According to a recent review of reforms that have been implemented (Norris et al. 2010), ten states have taken steps to improve eyewitness identification procedures by either recommending or requiring some or all of these recommendations. Those states are Georgia, Maryland, New Jersey, North Carolina, Ohio, Rhode Island, Vermont, Virginia, West Virginia, and Wisconsin.

Unreliable Forensic Science Evidence

With its purported ability to scientifically link a defendant to a crime scene, forensic science plays a critically important role in criminal trials. For decades, forensic science and forensic scientists were seen as infallible. With the development of DNA testing, however, flaws in many types of forensic science have been exposed. In fact, forensic science evidence is the second most common type of evidence used to secure a wrongful conviction. One hundred thirteen of the first 200 DNA exonerations involved cases in which some kind of forensic science evidence either linked the defendant to the crime scene or placed the defendant within the population of individuals who might have committed the crime (Garrett 2008). In those cases where analysts said that forensic science linked the defendant to the crime, DNA testing proved that this testimony and those sciences were wrong. The most common forensic evidence involved serology (conventional blood typing), followed by hair evidence, soil comparison, DNA tests, bite-mark comparisons, fingerprint evidence, dog scent identification, spectrographic voice evidence, shoe prints, and fiber comparison.

Most forensic science used in courtrooms – both before and after the advent of DNA testing – involves the attempt to determine whether a suspect can be tied to a crime scene.
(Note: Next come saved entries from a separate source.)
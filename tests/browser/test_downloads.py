"""A page's download equals its command's output, to the written digits (headless Chromium, port 8091).

The command runs in-process (``thermo.cli.main.main``) on the file uploaded to the page; both
files are read back with the export readers; their numbers must be equal as written (same
significant digits), and their provenance must name the same input (SHA-256 by ``hashlib``)
and settings.  Only the creation time may differ.
"""

from __future__ import annotations

import hashlib
import json
from pathlib import Path

import numpy as np
import pytest
from selenium.webdriver.common.by import By

from tests.browser.test_dashboard import PLAIN, no_console_errors, upload_then_open, wait_drawn
from tests.browser.waits import until
from thermo.cli.main import main
from thermo.io.readback import read_exported_csv
from webapp.app import create_app

pytestmark = pytest.mark.browser
PORT = 8091


@pytest.fixture
def page(dash_duo, tmp_path):
    good = tmp_path / "debye_download.dat"
    good.write_text(PLAIN)
    dash_duo.start_server(create_app(), port=PORT)
    dash_duo.driver.set_window_size(1280, 1000)
    return dash_duo, good


def _download(duo, prefix, fmt, name):
    duo.driver.find_element(By.CSS_SELECTOR, f"#{prefix}-dl-format input[value='{fmt}']").click()
    duo.find_element(f"#{prefix}-dl-btn").click()
    target = Path(duo.download_path) / name
    until(lambda: target.exists() and target.stat().st_size > 0 and duo.find_element(f"#{prefix}-dl-note").text
          == f"prepared {name}")
    return target


def _same_provenance(page_meta, cli_meta, source):
    digest = hashlib.sha256(source.read_bytes()).hexdigest()
    assert [i["sha256"] for i in page_meta["inputs"]] == [i["sha256"] for i in cli_meta["inputs"]] == [digest]
    assert page_meta["settings"] == cli_meta["settings"]
    assert page_meta["warnings"] == cli_meta["warnings"]


def test_thermodynamics_download_equals_table_command(page, tmp_path):
    duo, good = page
    upload_then_open(duo, good, "/thermodynamics")
    wait_drawn(duo.driver, ["th-cv-graph"])
    duo.driver.find_element(By.CSS_SELECTOR, "#th-per input[value='atom']").click()
    until(lambda: "k_B/atom" in duo.find_element("#th-keys").text or "/atom" in duo.find_element("#th-keys").text)
    target = _download(duo, "th", "csv", "debye_download-atom.csv")
    cli = tmp_path / "cli.csv"
    assert main(["table", str(good), "--temperatures", "0:1500:5", "--per", "atom", "--output", str(cli)]) == 0
    ours, meta = read_exported_csv(target)
    theirs, cli_meta = read_exported_csv(cli)
    assert list(ours.columns) == list(theirs.columns) and len(ours) == 301
    np.testing.assert_array_equal(ours.to_numpy(), theirs.to_numpy())     # the same 8 written digits
    assert int(meta["significant_digits"]) == int(cli_meta["significant_digits"]) == 8
    _same_provenance(meta, cli_meta, good)
    no_console_errors(duo)


def test_models_download_equals_models_command(page, tmp_path):
    duo, good = page
    upload_then_open(duo, good, "/models")
    wait_drawn(duo.driver, ["mod-values-graph"])
    target = _download(duo, "mod", "json", "debye_download-models.json")
    cli = tmp_path / "cli.json"
    assert main(["models", str(good), "--temperatures", "0:800:5", "--optical-terms", "1",
                 "--output", str(cli)]) == 0
    ours, theirs = json.loads(target.read_text()), json.loads(cli.read_text())
    page_meta, cli_meta = ours.pop("provenance"), theirs.pop("provenance")
    assert ours == theirs and len(ours["temperature_K"]) == 161
    _same_provenance(page_meta, cli_meta, good)
    table = _download(duo, "mod", "csv", "debye_download-models.csv")
    cli_csv = tmp_path / "cli.csv"
    assert main(["models", str(good), "--temperatures", "0:800:5", "--format", "csv", "--output", str(cli_csv)]) == 0
    ours_t, meta = read_exported_csv(table)
    theirs_t, cli_meta = read_exported_csv(cli_csv)
    assert list(ours_t.columns) == list(theirs_t.columns)
    np.testing.assert_array_equal(ours_t.to_numpy(), theirs_t.to_numpy())
    assert meta["debye_theta_K"] == cli_meta["debye_theta_K"]
    no_console_errors(duo)
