"""A page's download equals its command's output, to the written digits (headless Chromium, port 8091).

The command runs in-process (``thermo.cli.main.main``) on the file uploaded to the page; both
files are read back with the export readers; their numbers must be equal as written (same
significant digits), and their provenance must name the same input (SHA-256 by ``hashlib``)
and settings.  Only the creation time may differ.
"""

from __future__ import annotations

import hashlib
import json
from pathlib import Path

import numpy as np
import pandas as pd
import pytest
from selenium.webdriver.common.by import By

from tests.browser.test_dashboard import PLAIN, no_console_errors, upload_then_open, wait_drawn
from tests.browser.waits import click, until
from thermo.cli.main import main
from thermo.io.readback import read_exported_csv
from webapp.app import create_app

pytestmark = pytest.mark.browser
PORT = 8091


@pytest.fixture
def page(dash_duo, tmp_path):
    good = tmp_path / "debye_download.dat"
    good.write_text(PLAIN)
    dash_duo.start_server(create_app(), port=PORT)
    dash_duo.driver.set_window_size(1280, 1000)
    return dash_duo, good


def _download(duo, prefix, fmt, name=None):
    """Click the page's download in ``fmt``; the file (``name``, else the one the note names) once written."""
    duo.driver.find_element(By.CSS_SELECTOR, f"#{prefix}-dl-format input[value='{fmt}']").click()
    duo.find_element(f"#{prefix}-dl-btn").click()
    def prepared():
        text = duo.find_element(f"#{prefix}-dl-note").text
        return text.startswith("prepared ") and text.endswith(f".{fmt}") and text
    shown = until(prepared)[len("prepared "):]
    assert name is None or shown == name
    target = Path(duo.download_path) / shown
    until(lambda: target.exists() and target.stat().st_size > 0)
    return target


def _same_provenance(page_meta, cli_meta, source):
    digest = hashlib.sha256(source.read_bytes()).hexdigest()
    assert [i["sha256"] for i in page_meta["inputs"]] == [i["sha256"] for i in cli_meta["inputs"]] == [digest]
    assert page_meta["settings"] == cli_meta["settings"]
    assert page_meta["warnings"] == cli_meta["warnings"]


def test_thermodynamics_download_equals_table_command(page, tmp_path):
    duo, good = page
    upload_then_open(duo, good, "/thermodynamics")
    wait_drawn(duo.driver, ["th-cv-graph"])
    duo.driver.find_element(By.CSS_SELECTOR, "#th-per input[value='atom']").click()
    until(lambda: "k_B/atom" in duo.find_element("#th-keys").text or "/atom" in duo.find_element("#th-keys").text)
    target = _download(duo, "th", "csv", "debye_download-atom.csv")
    cli = tmp_path / "cli.csv"
    assert main(["table", str(good), "--temperatures", "0:1500:5", "--per", "atom", "--errors", "--output", str(cli)]) == 0
    ours, meta = read_exported_csv(target)
    theirs, cli_meta = read_exported_csv(cli)
    assert list(ours.columns) == list(theirs.columns) and len(ours) == 301
    pd.testing.assert_frame_equal(ours, theirs, check_exact=True)     # the same 8 written digits, same flags
    assert int(meta["significant_digits"]) == int(cli_meta["significant_digits"]) == 8
    _same_provenance(meta, cli_meta, good)
    no_console_errors(duo)


def test_models_download_equals_models_command(page, tmp_path):
    duo, good = page
    upload_then_open(duo, good, "/models")
    wait_drawn(duo.driver, ["mod-values-graph"])
    target = _download(duo, "mod", "json", "debye_download-models.json")
    cli = tmp_path / "cli.json"
    assert main(["models", str(good), "--temperatures", "0:800:5", "--optical-terms", "1",
                 "--output", str(cli)]) == 0
    ours, theirs = json.loads(target.read_text()), json.loads(cli.read_text())
    page_meta, cli_meta = ours.pop("provenance"), theirs.pop("provenance")
    assert ours == theirs and len(ours["temperature_K"]) == 161
    _same_provenance(page_meta, cli_meta, good)
    table = _download(duo, "mod", "csv", "debye_download-models.csv")
    cli_csv = tmp_path / "cli.csv"
    assert main(["models", str(good), "--temperatures", "0:800:5", "--format", "csv", "--output", str(cli_csv)]) == 0
    ours_t, meta = read_exported_csv(table)
    theirs_t, cli_meta = read_exported_csv(cli_csv)
    assert list(ours_t.columns) == list(theirs_t.columns)
    np.testing.assert_array_equal(ours_t.to_numpy(), theirs_t.to_numpy())
    assert meta["debye_theta_K"] == cli_meta["debye_theta_K"]
    no_console_errors(duo)


def test_quasiharmonic_download_equals_quasiharmonic_command(page, tmp_path):
    from webapp.pages.quasiharmonic import _GRAPHS, DEMO_MANIFEST
    duo, _ = page
    duo.driver.get(duo.server_url + "/quasiharmonic")
    wait_drawn(duo.driver, list(_GRAPHS))
    target = _download(duo, "qh", "csv")
    cli = tmp_path / "cli.csv"
    # the page's default grid (0 to 1000 K every 10 K with 298.15 K) is the command's default
    assert main(["quasiharmonic", str(DEMO_MANIFEST), "--errors", "--output", str(cli)]) == 0
    ours, meta = read_exported_csv(target)
    theirs, cli_meta = read_exported_csv(cli)
    assert list(ours.columns) == list(theirs.columns) and 298.15 in ours["temperature_K"].to_numpy()
    np.testing.assert_array_equal(ours.select_dtypes("number").to_numpy(), theirs.select_dtypes("number").to_numpy())
    assert [i["sha256"] for i in meta["inputs"]] == [i["sha256"] for i in cli_meta["inputs"]]
    assert meta["settings"] == cli_meta["settings"]
    no_console_errors(duo)


def test_calorimetry_download_equals_calorimetry_command(page, tmp_path, monkeypatch):
    import shutil

    from webapp.pages.calorimetry import _GRAPHS, DEMO_DOS, DEMO_FILE
    from webapp.demo import demo_file
    duo, _ = page
    duo.driver.get(duo.server_url + "/calorimetry")
    wait_drawn(duo.driver, list(_GRAPHS))
    until(lambda: "electronic" in (duo.driver.execute_script(
        "return Array.from(document.querySelectorAll('#cal-terms input:checked')).map(e => e.value);") or []))
    target = _download(duo, "cal", "json")
    # the same files under the names the page shows, so the notes naming them read the same
    for source in (DEMO_FILE, demo_file(DEMO_DOS), demo_file("electronic", "springium_edos.dat")):
        shutil.copy(source, tmp_path / Path(source).name)
    monkeypatch.chdir(tmp_path)
    assert main(["calorimetry", DEMO_FILE.name, "--dos", DEMO_DOS, "--model", "dos+electronic+nernst-lindemann",
                 "--electronic", "springium_edos.dat", "--output", "cli.json"]) == 0
    ours, theirs = json.loads(target.read_text()), json.loads((tmp_path / "cli.json").read_text())
    page_meta, cli_meta = ours.pop("provenance"), theirs.pop("provenance")
    assert ours == theirs and "electronic_dos_comparison" in ours and len(ours["residuals"]) > 0
    assert [i["sha256"] for i in page_meta["inputs"]] == [i["sha256"] for i in cli_meta["inputs"]]
    assert len(page_meta["inputs"]) == 3
    assert page_meta["warnings"] == cli_meta["warnings"] and page_meta["settings"] == cli_meta["settings"]
    no_console_errors(duo)


def test_quasiharmonic_cp_sent_to_polynomials_fits_as_the_polynomial_command(page, tmp_path):
    from webapp.pages.quasiharmonic import _GRAPHS
    duo, _ = page
    duo.driver.get(duo.server_url + "/quasiharmonic")
    wait_drawn(duo.driver, list(_GRAPHS))
    table = _download(duo, "qh", "csv")
    duo.find_element("#qh-send-polynomials").click()
    until(lambda: duo.find_element("#qh-send-polynomials-note").text.startswith("sent "))
    click(duo.driver, "#qh-send-polynomials-note a[href='/polynomials']")     # the note may be redrawn once more
    until(lambda: duo.driver.execute_script(
        "const e = document.querySelector('#po-source input[value=sent]'); return e && e.checked;"))
    box = duo.find_element("#po-tmax")
    box.clear()
    box.send_keys("1000\n")           # the quasi-harmonic table ends at 1000 K
    until(lambda: '"T_max_K": 1000.0' in duo.find_element("#po-block").text)
    duo.find_element("#po-download-btn").click()
    target = Path(duo.download_path) / f"{table.stem}-shomate.json"
    until(lambda: target.exists() and target.stat().st_size > 0)
    cli = tmp_path / "cli.json"
    assert main(["polynomial", str(table), "--cp-table", "--range", "298.15:1000", "--output", str(cli)]) == 0
    ours, theirs = json.loads(target.read_text()), json.loads(cli.read_text())
    assert [r["coefficients"] for r in ours["ranges"]] == [r["coefficients"] for r in theirs["ranges"]]
    assert ours["ranges"][0]["coefficients"]["A"] != 0
    assert ours["provenance"]["inputs"][0]["role"] == theirs["provenance"]["inputs"][0]["role"] == "heat-capacity table"
    no_console_errors(duo)
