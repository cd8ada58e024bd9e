"""Headless Chromium against the real server: reading options apply to the next upload, and a
refused file is read again in place once the option its message names is set.

Test spectra are invented (a Debye ν² spectrum, normalised to 1 mode or without a unit).
"""

import numpy as np
import pytest
from tests.browser.waits import text, until
from selenium.common.exceptions import StaleElementReferenceException
from selenium.webdriver.common.by import By
from selenium.webdriver.common.keys import Keys

from webapp.app import create_app

from .test_dashboard import active_name, no_console_errors, upload, wait_drawn

pytestmark = pytest.mark.browser
PORT = 8073
NU = np.linspace(0, 5, 201)
BARE = "\n".join(f"{a} {9 * a * a / 125}" for a in NU) + "\n"                       # no unit anywhere
ONE_MODE = "# frequency (THz) dos\n" + "\n".join(f"{a} {3 * a * a / 125}" for a in NU) + "\n"   # integrates to 1


@pytest.fixture
def duo(dash_duo):
    dash_duo.start_server(create_app(), port=PORT)
    dash_duo.driver.set_window_size(1280, 1000)
    dash_duo.driver.get(dash_duo.server_url + "/spectrum")
    wait_drawn(dash_duo.driver, ["sp-dos-graph"])
    return dash_duo


def _listed(driver, name, column):
    """Cell ``column`` (0 name, 1 atoms, 2 unit) of the datasets list row of ``name``."""
    try:
        rows = driver.find_elements(By.CSS_SELECTOR, "#sp-list tr")
        cells = [r.find_elements(By.TAG_NAME, "td") for r in rows]
        return next((c[column].text for c in cells if c and c[0].text == name), None)
    except StaleElementReferenceException:       # the list was redrawn meanwhile: not there yet
        return None


def _typed(driver, css, value):
    """Type ``value`` + Enter into the input at ``css``; true once the box holds it (retried if redrawn)."""
    box = driver.find_element(By.CSS_SELECTOR, css)
    box.clear()
    box.send_keys(value + Keys.ENTER)
    return driver.find_element(By.CSS_SELECTOR, css).get_attribute("value") == value


def test_atoms_typed_before_the_upload_are_used(duo, tmp_path):
    # the list and messages re-render while the upload is read: every read goes through
    # waits.until / waits.text (a redrawn element is "not yet", never a stale-element failure)
    path = tmp_path / "one_mode.dat"
    path.write_text(ONE_MODE)
    until(lambda: _typed(duo.driver, "#sp-atoms", "2"))
    upload(duo.driver, path)
    until(lambda: active_name(duo.driver) == path.name)
    until(lambda: _listed(duo.driver, path.name, 1) == "2")
    assert "integrates to 1 mode" not in text(duo.driver, "#sp-messages")
    no_console_errors(duo)


def test_refused_file_is_read_again_with_the_named_option(duo, tmp_path):
    path = tmp_path / "bare.dat"
    path.write_text(BARE)
    upload(duo.driver, path)
    duo.wait_for_contains_text("#sp-messages", "choose the Frequency unit", timeout=20)
    retry = duo.find_element("#sp-retry-btn")
    until(lambda: retry.is_displayed(), 10)
    duo.select_dcc_dropdown("#sp-unit", value="THz")
    retry.click()
    until(lambda: active_name(duo.driver) == path.name, 20)
    duo.wait_for_contains_text("#sp-messages", "loaded bare.dat", timeout=20)
    until(lambda: not duo.find_element("#sp-retry-btn").is_displayed(), 10)
    no_console_errors(duo)


def test_after_read_again_in_mev_the_next_file_keeps_the_unit_its_header_states(duo, tmp_path):
    # issue 25 item 1: after "Read again" with meV for a bare file, the next upload (header
    # "omega (cm^-1)", an integral that needs the typed atom count) was read as meV.
    # Spectra: invented Debye ν² spectra; 1 THz = 4.135667696 meV = 33.35640952 cm-1 (CODATA 2018).
    bare = tmp_path / "bare_mev.dat"
    bare.write_text("\n".join(f"{4.135667696 * a:.10g} {9 * a * a / 125 / 4.135667696:.10g}" for a in NU) + "\n")
    stated = tmp_path / "stated_cm.dat"
    stated.write_text("omega (cm^-1) dos\n" + "\n".join(
        f"{33.35640952 * a:.10g} {0.37 * 9 * a * a / 125 / 33.35640952:.10g}" for a in NU) + "\n")
    upload(duo.driver, bare)
    duo.wait_for_contains_text("#sp-messages", "choose the Frequency unit", timeout=20)
    duo.select_dcc_dropdown("#sp-unit", value="meV")
    duo.find_element("#sp-retry-btn").click()
    until(lambda: active_name(duo.driver) == bare.name, 20)
    until(lambda: _listed(duo.driver, bare.name, 2) == "meV", 20)
    box = duo.find_element("#sp-atoms")
    box.clear()
    box.send_keys("1" + Keys.ENTER)
    until(lambda: _listed(duo.driver, bare.name, 1) == "1", 20)
    until(lambda: "meV" in duo.find_element("#sp-unit").text, 10)          # meV is still chosen on the page
    upload(duo.driver, stated)
    until(lambda: active_name(duo.driver) == stated.name, 20)
    until(lambda: _listed(duo.driver, stated.name, 2) == "cm-1", 20)
    until(lambda: _listed(duo.driver, stated.name, 1) == "1", 10)
    duo.wait_for_contains_text("#sp-messages", "cm-1, the unit its header states", timeout=20)
    until(lambda: "as stated in file (cm-1)" in duo.find_element("#sp-unit").text, 10)
    until(lambda: "the file integrates to 1.11" in duo.find_element("#sp-warnings").text, 20)   # its checks
    assert "meV was chosen" not in duo.find_element("#sp-warnings").text
    no_console_errors(duo)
This can happen in several ways, including the following: (1) because a suspect leaves part of himself, such as hair, semen, saliva, sweat, or blood, at a crime scene; (2) because a suspect leaves something else, such as fibers, soil, or footprints, at a crime scene; or (3) because the weapon used to injure the victim has markings that can be compared to an item (usually a gun or knife) owned by the suspect. Oftentimes, forensic scientists testified that a suspect or items in possession of the suspect “matched” evidence found at a crime scene and that this match was conclusive proof that the defendant had, in fact, been at the crime scene. This testimony often went unchallenged by defense lawyers in the era before DNA testing.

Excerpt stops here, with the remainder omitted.